Politikus Partai Gerindra Permadi mengaku tidak sepenuhnya sepakat dengan isi petisi yang disiapkan politikus Partai Amanat Nasional Eggi Sudjana, mantan Kepala Staf Kostrad Kivlan Zen, dan sejumlah tokoh pendukung Prabowo-Sandi menjelang aksi unjuk rasa di depan Gedung Bawaslu pada 9-10 Mei lalu.
"Saya baru tahu bahwa kita akan melakukan suatu petisi di depan para wartawan. Untuk itu, saya tentu minta petisinya seperti apa. Saya diberikan petisi ternyata. Di petisi itu, ada 14 pendahuluan dan empat petisi," kata Permadi usai diperiksa penyidik di Bareskrim Polri, Jakarta, Jumat (17/5).
Permadi diperiksa penyidik sebagai saksi untuk Kivlan Zen. Dalam pemeriksaan yang berlangsung selama 4,5 jam itu, Permadi mengaku dicecar 21 pertanyaan oleh penyidik Bareskrim Polri. Kepada penyidik, Permadi mengungkapkan sempat diundang ke sebuah rumah di kawasan Tebet oleh Eggi dan kawan-kawan. Namun demikian, Permadi mengaku tidak tahu isi pertemuan tersebut.
Saat tiba di rumah itu, Permadi baru diberi tahu bakal ada penyampaian petisi kepada media. Permadi pun diminta membacakan petisi tersebut. Namun demikian, Permadi mengaku tidak sreg dengan 14 pendahulan dalam petisi tersebut. "Terlalu panjang dan tidak sesuai dengan keinginan saya," ujar dia.

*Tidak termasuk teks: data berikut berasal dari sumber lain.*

package sfh_test

import (
	"math"
	"testing"

	"github.com/stretchr/testify/assert"
	"github.com/stretchr/testify/require"

	"spinpop/sfh"
)

// Normalisation: ∫_0^MaxAge Rate = 1, by independent quadrature.
func TestRateIsNormalised(t *testing.T) {
	for _, tc := range testHistories() {
		t.Run(tc.name, func(t *testing.T) {
			h := mustNew(t, tc.parts)
			got := integrate(h.Rate, 0, maxAge, tc.breaks)
			assert.InDelta(t, 1, got, 1e-10) // Common practice, no source
			assert.Zero(t, h.Rate(-0.1))
			assert.Zero(t, h.Rate(maxAge+0.1))
		})
	}
}

// CumulativeMass, MassInRange and MeanAgeInRange agree with quadrature of Rate.
func TestMassesMatchIntegralOfRate(t *testing.T) {
	ages := []float64{0.05, 0.5, 1, 1.7, 2, 2.3, 3.5, 4.8, 5, 6, 8.25, 11, 12.9}
	for _, tc := range testHistories() {
		t.Run(tc.name, func(t *testing.T) {
			h := mustNew(t, tc.parts)
			for _, a := range ages {
				want := integrate(h.Rate, 0, a, tc.breaks)
				assert.InDeltaf(t, want, h.CumulativeMass(a), 1e-10, "age %g", a)
			}
			assert.Zero(t, h.CumulativeMass(-1))
			assert.Zero(t, h.CumulativeMass(0))
			assert.InDelta(t, 1, h.CumulativeMass(maxAge), 1e-12)
			assert.InDelta(t, 1, h.CumulativeMass(50), 1e-12)

			for _, r := range [][2]float64{{0.2, 0.9}, {1.9, 2.1}, {4, 6}, {0, maxAge}, {12, 13}} {
				m := integrate(h.Rate, r[0], r[1], tc.breaks)
				assert.InDeltaf(t, m, h.MassInRange(r[0], r[1]), 1e-10, "range %v", r)
				if m > 1e-9 {
					mean := integrate(func(x float64) float64 { return x * h.Rate(x) }, r[0], r[1], tc.breaks) / m
					assert.InDeltaf(t, mean, h.MeanAgeInRange(r[0], r[1]), 1e-8, "mean age in %v", r)
				}
			}
			assert.Zero(t, h.MassInRange(3, 2), "inverted range")
			assert.True(t, math.IsNaN(h.MeanAgeInRange(14, 15)), "range outside the history")
		})
	}
}

func TestBinWeights(t *testing.T) {
	edges := make([]float64, 41)
	for i := range edges {
		edges[i] = maxAge * float64(i) / 40
	}
	for _, tc := range testHistories() {
		t.Run(tc.name, func(t *testing.T) {
			h := mustNew(t, tc.parts)
			w := h.BinWeights(edges)
			require.Len(t, w, 40)
			var sum float64
			for i, x := range w {
				assert.GreaterOrEqual(t, x, 0.0)
				assert.InDelta(t, h.MassInRange(edges[i], edges[i+1]), x, 1e-13)
				sum += x
			}
			assert.InDelta(t, 1, sum, 1e-12) // bins span [0, MaxAge]

			// Partial coverage: weights sum to the mass inside the outer
			// edges; bins beyond MaxAge are empty; an inverted bin is empty.
			part := []float64{2.5, 4, 7.5, 12, 14, 16}
			w = h.BinWeights(part)
			require.Len(t, w, 5)
			assert.InDelta(t, h.MassInRange(2.5, 16), w[0]+w[1]+w[2]+w[3]+w[4], 1e-13)
			assert.InDelta(t, h.MassInRange(12, 13), w[3], 1e-13)
			assert.Zero(t, w[4])
			w = h.BinWeights([]float64{1, 3, 2})
			assert.Zero(t, w[1])
			assert.Nil(t, h.BinWeights([]float64{1}))

			dst := make([]float64, 0, 40)
			got := h.BinWeightsTo(dst, edges)
			assert.Equal(t, h.BinWeights(edges), got)
			assert.Zero(t, testing.AllocsPerRun(20, func() { h.BinWeightsTo(dst, edges) }))
		})
	}
}

// A burst's MassFraction is its share of the total, the smooth components
// share the rest by Weight. Expected values are written out with math.Erf.
func TestBurstFractionAndWeights(t *testing.T) {
	const (
		mu, sigma, frac = 10.0, 0.4, 0.3
	)
	h := mustNew(t, []sfh.Part{
		{Name: "flat", Component: sfh.Constant{}, Weight: 1},
		{Name: "early", Component: sfh.Piecewise{EdgesGyr: []float64{0, 1}, Rates: []float64{5}}, Weight: 3},
		{Name: "burst", Component: sfh.Burst{AgeGyr: mu, WidthGyr: sigma, MassFraction: frac}},
	})
	phi := func(x float64) float64 { return 0.5 * (1 + math.Erf((x-mu)/(sigma*math.Sqrt2))) }
	burstIn := func(lo, hi float64) float64 { return frac * (phi(hi) - phi(lo)) / (phi(maxAge) - phi(0)) }
	flat := (1 - frac) * 1 / 4
	early := (1 - frac) * 3 / 4

	assert.InDelta(t, early+flat/maxAge+burstIn(0, 1), h.MassInRange(0, 1), 1e-13)
	assert.InDelta(t, flat*3/maxAge+burstIn(9, 12), h.MassInRange(9, 12), 1e-13)
	// Nearly all the burst lies within ±5σ.
	assert.InDelta(t, frac+flat*4/maxAge, h.MassInRange(mu-2, mu+2), 2e-7)
	assert.Contains(t, h.String(), "Gaussian burst at 10 Gyr")
	assert.Contains(t, h.String(), "early = piecewise-constant rate in 1 bins, 0.525 of mass")
}

// Exponential over lookback age: rate ∝ exp(τ/T), so the CDF is
// (exp(τ/T) − 1)/(exp(MaxAge/T) − 1) for either sign of T.
func TestExponentialClosedForm(t *testing.T) {
	for _, ts := range []float64{3, -2, 50, -0.7} {
		h := mustNew(t, []sfh.Part{{Name: "smooth", Component: sfh.Exponential{TimescaleGyr: ts}, Weight: 1}})
		for _, a := range []float64{0.3, 2, 6.5, 10, 12.99} {
			want := (math.Exp(a/ts) - 1) / (math.Exp(maxAge/ts) - 1)
			assert.InDeltaf(t, want, h.CumulativeMass(a), 1e-12, "T=%g age %g", ts, a)
		}
		// Positive timescale: declining in cosmic time, so more old stars.
		if ts > 0 {
			assert.Less(t, h.CumulativeMass(maxAge/2), 0.5)
			assert.Greater(t, h.Rate(12), h.Rate(1))
		} else {
			assert.Greater(t, h.CumulativeMass(maxAge/2), 0.5)
			assert.Less(t, h.Rate(12), h.Rate(1))
		}
	}
}

// A dip multiplies the rate by 1 − Depth·exp(−z²/2): the ratio of the rate at
// the dip centre to the rate far away follows from the definition.
func TestDipDefinition(t *testing.T) {
	const depth, mu, w = 0.6, 5.0, 0.5
	h := mustNew(t, []sfh.Part{
		{Name: "smooth", Component: sfh.Constant{}, Weight: 1},
		{Name: "dip", Component: sfh.Dip{AgeGyr: mu, WidthGyr: w, Depth: depth}},
	})
	zFar := (1.0 - mu) / w
	want := (1 - depth) / (1 - depth*math.Exp(-0.5*zFar*zFar))
	assert.InDelta(t, want, h.Rate(mu)/h.Rate(1), 1e-13)
	// Renormalised: the removed mass √(2π)·w·depth/MaxAge (the Gaussian lies
	// well inside the range) raises the rate far away to 1/(MaxAge − removed).
	removed := math.Sqrt(2*math.Pi) * w * depth
	assert.InDelta(t, 1/(maxAge-removed), h.Rate(12.5), 1e-10)
	assert.Contains(t, h.String(), "dip = dip at 5 Gyr")
}

// Bursts whose fractions sum to one need no smooth component.
func TestBurstsAlone(t *testing.T) {
	h := mustNew(t, []sfh.Part{
		{Name: "a", Component: sfh.Burst{AgeGyr: 1, WidthGyr: 0.2, MassFraction: 0.1}},
		{Name: "b", Component: sfh.Burst{AgeGyr: 5, WidthGyr: 0.2, MassFraction: 0.2}},
		{Name: "c", Component: sfh.Burst{AgeGyr: 9, WidthGyr: 0.2, MassFraction: 0.7}},
	})
	assert.InDelta(t, 0.1, h.MassInRange(0, 3), 1e-12)
	assert.InDelta(t, 0.2, h.MassInRange(3, 7), 1e-12)
	assert.InDelta(t, 0.7, h.MassInRange(7, 13), 1e-12)
}

// Far-tail bins keep relative precision: the mass of a bin 8–9σ above a
// burst centre is Φ(−8) − Φ(−9) of the burst, about 6.2e-16.
func TestFarTailBinMass(t *testing.T) {
	h := mustNew(t, []sfh.Part{{Name: "burst", Component: sfh.Burst{AgeGyr: 1, WidthGyr: 0.1, MassFraction: 1}}})
	want := 0.5 * (math.Erfc(8/math.Sqrt2) - math.Erfc(9/math.Sqrt2))
	assert.InEpsilon(t, want, h.MassInRange(1.8, 1.9), 1e-12)
}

Permadi hanya menyetujui 4 poin dalam petisi tersebut. Pertama, ia mendukung perhitungan tim internal yang memenangkan Prabowo-Sandiaga. Kedua, menyatakan bahwa KPU dan Bawaslu melanggar peraturan pemilu dan peraturan lain, termasuk perihal penghitungan suara.
"Ketiga, mengatakan aparat negara dinilai melakukan keberpihakan dan kalau paslon nomor satu satu melakukan itu. Itu bisa dilakukan impeachment," tuturnya.
Keempat, terkait rencana menggelar aksi berdasarkan Undang-Undang Dasar Tahun 1945 jika petisi yang disampaikan ke publik itu tidak digubris pemerintah dan pihak-pihak terkait.
Dalam pertemuan tersebut, Permadi mengaku, Kivlan tiba sesaat sebelum ia rampung membaca petisi. Kivlan pun berpidato yang mengajak menggelar people power di Lapangan Banteng dengan mengepung KPU dan Bawaslu pada 9-10 Mei yang lalu.
"Pertanyaan selanjutnya apakah saya setuju dengan pendapat Kivlan Zen? Saya mengatakan saya dan Pak Kivlan Zen adalah sesama aktivis. Tapi, saya baru ketemu hari itu. Jadi, saya tidak bisa bilang setuju atau tidak karena saya tidak tahu sebelumnya. Rapat-rapat sebelumnya saya tidak tahu," ujarnya.